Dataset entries
┄┄┄┄┄┄┄┄┄┄
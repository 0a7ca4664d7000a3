using System.Text.Json;

namespace EvapMonitor.Service.Ingest.Mqtt;

/// <summary>Reads how the messages under one filter are to be read.</summary>
internal static class RuleReader
{
    public static MessageRule? Read(JsonElement element, string where, List<string> problems)
    {
        var topic = new SettingsReader(
            element, where, problems, "filter", "message", "signal", "value", "time", "quality", "signal-member", "time-written", "signals");
        if (element.ValueKind != JsonValueKind.Object) return null;
        MessageShape shape = topic.OneOf("message", "number", "object", "members") switch
        {
            "number" => MessageShape.Number,
            "object" => MessageShape.Object,
            _ => MessageShape.Members,
        };
        TimeWritten written = topic.OneOf("time-written", "rfc3339", "unix-ms", "unix-s") switch
        {
            "unix-ms" => TimeWritten.UnixMilliseconds,
            "unix-s" => TimeWritten.UnixSeconds,
            _ => TimeWritten.Rfc3339,
        };
        foreach (string name in MembersWithout(shape))
        {
            if (topic.Has(name)) topic.Wrong(name, $"has no meaning with the message of {shape.ToString().ToLowerInvariant()} form", "leave it out");
        }

        if (topic.Text("filter", required: true) is not { } text) return null;
        if (TopicFilter.Read(text, out string? wrong) is not { } filter)
        {
            topic.Wrong("filter", $"found \"{text}\"", wrong!);
            return null;
        }

        var rule = new MessageRule(filter, shape) { TimeWritten = written, Signal = shape == MessageShape.Members ? SignalName.Member : SignalName.Topic };
        if (topic.Text("signal") is { } template)
        {
            SignalName? signal = SignalName.Read(template, filter.Wildcards, shape == MessageShape.Members, out wrong);
            if (signal is null) topic.Wrong("signal", $"found \"{template}\"", wrong!);
            else rule = rule with { Signal = signal };
            if (topic.Has("signals")) topic.Wrong("signal", "stands beside signals", "one of the two");
        }

        return rule with
        {
            ValueMember = topic.Text("value") ?? rule.ValueMember,
            TimeMember = topic.Text("time") ?? rule.TimeMember,
            QualityMember = topic.Text("quality") ?? rule.QualityMember,
            SignalMember = topic.Text("signal-member") ?? rule.SignalMember,
            Signals = topic.Find("signals") is { } signals ? ReadSignals(signals, topic) : null,
        };
    }

    private static string[] MembersWithout(MessageShape shape) => shape switch
    {
        MessageShape.Number => ["value", "time", "quality", "signal-member", "time-written", "signals"],
        MessageShape.Object => ["signals"],
        _ => ["value", "signal-member"],
    };

    private static Dictionary<string, string>? ReadSignals(JsonElement element, SettingsReader topic)
    {
        var signals = new Dictionary<string, string>(StringComparer.Ordinal);
        if (element.ValueKind != JsonValueKind.Object || !element.EnumerateObject().Any())
        {
            topic.Wrong("signals", "found " + JsonFields.Shown(element), "an object such as {\"flow\": \"N.FT-10\"}: member of the message, name of the signal");
            return null;
        }

        foreach (JsonProperty member in element.EnumerateObject())
        {
            if (member.Value.ValueKind != JsonValueKind.String || JsonFields.WhyNoSignal(member.Value.GetString()!) is not null)
                topic.Wrong("signals." + member.Name, "found " + JsonFields.Shown(member.Value), "the name of a signal");
            else signals[member.Name] = member.Value.GetString()!;
        }

        return signals;
    }
}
┄┄┄┄┄┄┄┄┄┄
> _Goal of the exercise_:
Looking at the data above, show all lines where the word "else" occurs.

> _Solution_:
            else rule = rule with { Signal = signal };
            else signals[member.Name] = member.Value.GetString()!;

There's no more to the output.